Then came another call. “Manson will direct and light the shoot himself. Tell the photographer just to bring his camera”. Less fine but a compromise was struck. First they’d do the shoot Manson’s way, then they’d do it Ashley’s way and decide what worked best. It was scheduled for 8pm. Then 9pm. Then 10pm. It finally happened at 1am and went like a dream. By 2am, with jetlag pounding, it was my turn.

Manson lived in a rented house then. It was up in the hills, up behind the Hollywood Bowl and deeper into the night. You turned off main roads onto tiny ones; then you turned off the tiny roads onto something like a steep track. It was in Los Angeles, near Hollywood but felt like a dark, country lane. A coyote or mountain lion, or something, howled. Honestly.

I walked up Manson’s garden path – even at the time, the notion of Marilyn Manson having a garden path felt ridiculous – and past the abandoned toilet that rested outside his front door, as if tossed there from a high window. It was hard to get an idea what his house was like in the dark. It seemed foreboding but was, in actual fact, a bungalow. But a big one.

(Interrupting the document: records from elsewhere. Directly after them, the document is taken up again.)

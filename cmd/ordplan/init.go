package main

import (
	"errors"
	"fmt"
	"io"
	"path/filepath"
	"strings"

	"ordplan/internal/newfile"
	"ordplan/plan"
	"ordplan/plan/skeleton"
	"ordplan/runner/data"
)

const initUsage = "usage: ordplan init PLAN.yaml [--data FILE | --header \"a,b,c\"] [--outcome COLUMN]"

// cmdInit writes a commented plan skeleton; it never overwrites a file.
func cmdInit(args []string, stdout, stderr io.Writer) int {
	fs := newFlags("init", stderr)
	dataFile := fs.String("data", "", "the data file (CSV text, an .xlsx workbook or a flat Parquet file): its columns are listed with the kind of values found")
	delimiter := fs.String("delimiter", "", "the character between the CSV file's fields: comma, semicolon or tab (default: as the file's header shows)")
	decimal := fs.String("decimal", "", "the decimal mark of the CSV file's numbers, or of the numbers a workbook or Parquet file holds as text: point or comma (default: as the file's numbers show)")
	sheet := fs.String("sheet", "", "for an .xlsx workbook: the worksheet to read, hidden or not (default: the one visible sheet with cells filled)")
	headerRow := fs.Int("header-row", 1, "for an .xlsx workbook: the sheet row holding the column names")
	header := fs.String("header", "", "the columns, comma separated, when there are no data yet")
	outcome := fs.String("outcome", "", "the ordinal outcome column (default: guessed, marked EDIT)")
	planPath, stop, code := planArg(fs, args, initUsage, stderr)
	if stop {
		return code
	}
	if (*dataFile == "") == (*header == "") {
		if *dataFile == "" && isDataFileName(planPath) {
			// `ordplan init survey.csv`: the data file given as the plan.
			fmt.Fprintf(stderr, "ordplan init: %s would be the plan to write, but it is named like a data file: give the plan's name first and the data with --data: ordplan init %s --data %s\n",
				planPath, strings.TrimSuffix(planPath, filepath.Ext(planPath))+".yaml", planPath)
			return exitUsage
		}
		fmt.Fprintln(stderr, "ordplan init: give either --data FILE or --header \"a,b,c\"")
		fmt.Fprintln(stderr, initUsage)
		return exitUsage
	}
	// Where the plan goes is checked before the data are read (a wide
	// file takes a while).
	if code := initTarget(planPath, stderr); code != exitOK {
		return code
	}
	in := skeleton.Input{Outcome: *outcome}
	if *dataFile != "" {
		d, detected, msg := initDialect(*dataFile, *delimiter, *decimal, *sheet, *headerRow)
		if msg != "" {
			fmt.Fprintf(stderr, "ordplan init: %s\n", msg)
			return exitUsage
		}
		if detected {
			// The dialect is read from the file's first lines.
			raw, err := data.ReadFile(*dataFile)
			if err != nil {
				return fail(stderr, err)
			}
			d = data.DetectDialect(raw)
		}
		cols, read, err := data.ProfileSheet(*dataFile, nil, d)
		if err != nil {
			return fail(stderr, err)
		}
		if read != nil && read.Sheets > 1 {
			// The sheet read, named in the plan: a sheet added later
			// leaves the plan reading the same one.
			d.Sheet = read.Name
		}
		in.Columns, in.HaveData = cols, true
		in.Dialect, in.DialectFound = d, detected
		in.DataFile = relativeTo(planPath, *dataFile)
	} else {
		names, err := data.ReadHeader(strings.NewReader(*header+"\n"), "--header")
		if err != nil {
			return fail(stderr, err)
		}
		for _, n := range names {
			in.Columns = append(in.Columns, data.Profile{Name: n})
		}
		in.DataFile = "EDIT-data.csv"
	}
	text, err := skeleton.Write(in)
	if err != nil {
		return fail(stderr, err)
	}
	if len(text) > plan.MaxPlanBytes {
		// The commands that read a plan would refuse it (plan.ReadFile).
		return fail(stderr, fmt.Errorf("init: the plan of the %d columns would have %d bytes, more than the %d a plan may have (ordplan check would refuse it); nothing written: give --header with the columns the analysis uses, or init from a file holding only those", len(in.Columns), len(text), plan.MaxPlanBytes))
	}
	if err := newfile.Create(planPath, text); err != nil {
		return initTargetError(planPath, err, stderr)
	}
	fmt.Fprintf(stdout, "wrote %s: edit the lines marked EDIT, then `%s`\n", planPath, commandLine([]string{"ordplan", "check", planPath}))
	for _, n := range skeleton.Notes(in) {
		fmt.Fprintf(stdout, "note: %s\n", n)
	}
	return exitOK
}

// isDataFileName reports whether a name has the extension of a data file
// the program reads (CSV or text, a workbook, Parquet).
func isDataFileName(name string) bool {
	switch strings.ToLower(filepath.Ext(name)) {
	case ".csv", ".tsv", ".txt", ".xlsx", ".parquet":
		return true
	}
	return false
}

// relativeTo writes file as a plan at planPath names it: relative to the
// plan's folder when possible.
func relativeTo(planPath, file string) string {
	pd, err1 := filepath.Abs(filepath.Dir(planPath))
	fa, err2 := filepath.Abs(file)
	if err1 != nil || err2 != nil {
		return filepath.ToSlash(file)
	}
	if rel, err := filepath.Rel(pd, fa); err == nil {
		return filepath.ToSlash(rel)
	}
	return filepath.ToSlash(fa)
}

// initDialect is the dialect the flags of init give for the data file, or
// detected (true) when a CSV file's flags leave both the delimiter and the
// decimal mark to the file; msg says what is wrong with the flags.
func initDialect(file, delimiter, decimal, sheet string, headerRow int) (data.Dialect, bool, string) {
	book := data.IsWorkbook(file)
	switch {
	case headerRow < 1:
		return data.Dialect{}, false, fmt.Sprintf("--header-row must be a sheet row number, 1 or more (got %d)", headerRow)
	case (sheet != "" || headerRow != 1) && !book:
		return data.Dialect{}, false, "--sheet and --header-row are for .xlsx workbooks; the data file is not named *.xlsx"
	case delimiter != "" && (book || data.IsParquet(file)):
		return data.Dialect{}, false, "--delimiter is for CSV text; the data file is a workbook or a Parquet file, which has no delimiter (--decimal comma reads its numbers held as text with a decimal comma)"
	}
	d, err := data.ParseDialect(delimiter, decimal)
	if err != nil {
		return d, false, "--delimiter/--decimal: " + err.Error()
	}
	d.Sheet, d.HeaderRow = sheet, headerRow
	return d, !book && !data.IsParquet(file) && delimiter == "" && decimal == "", ""
}

// initTarget checks that init can write its plan at planPath (newfile.Check).
func initTarget(planPath string, stderr io.Writer) int {
	if err := newfile.Check(planPath); err != nil {
		return initTargetError(planPath, err, stderr)
	}
	return exitOK
}

// initTargetError reports that init cannot write planPath: R5 when a file
// is there.
func initTargetError(planPath string, err error, stderr io.Writer) int {
	var ee *newfile.ExistsError
	if errors.As(err, &ee) {
		return fail(stderr, fmt.Errorf("init: %s already exists; ordplan init never overwrites a file: give another name", planPath))
	}
	return fail(stderr, fmt.Errorf("init: %w", err))
}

His doors were vast wooden things, a haunted house of horror knocker visible in the darkness. Of course. They were opened by an assistant and, such was the artifice and act at this stage, such was the grand piece of drama that Manson must have known he had constructed for his unwitting interviewer – the dark night, long car ride, the isolation – that I wouldn’t have been surprised if the assistant’s name had turned out to be Igor. “I’m Steven,” he said. Which was disappointing.

Inside, it was dark. From the stereo, came the sound of the album – The High End Of Low – being played at a volume quiet enough to talk over, but loud enough that it could not be ignored. “Do you mind if I leave it on?” came a voice from the candlelit gloom. “Otherwise I can hear the rest of the voices in my head.”

The God Of Fuck himself was dressed in black leather trousers, black t-shirt, black-hooded top, black step-heeled boots and an initially wary mood. He was draped over a sofa in a sunken portion of a large sitting room. There appeared to be fur rugs draped everywhere, though it was hard to see in the gloom.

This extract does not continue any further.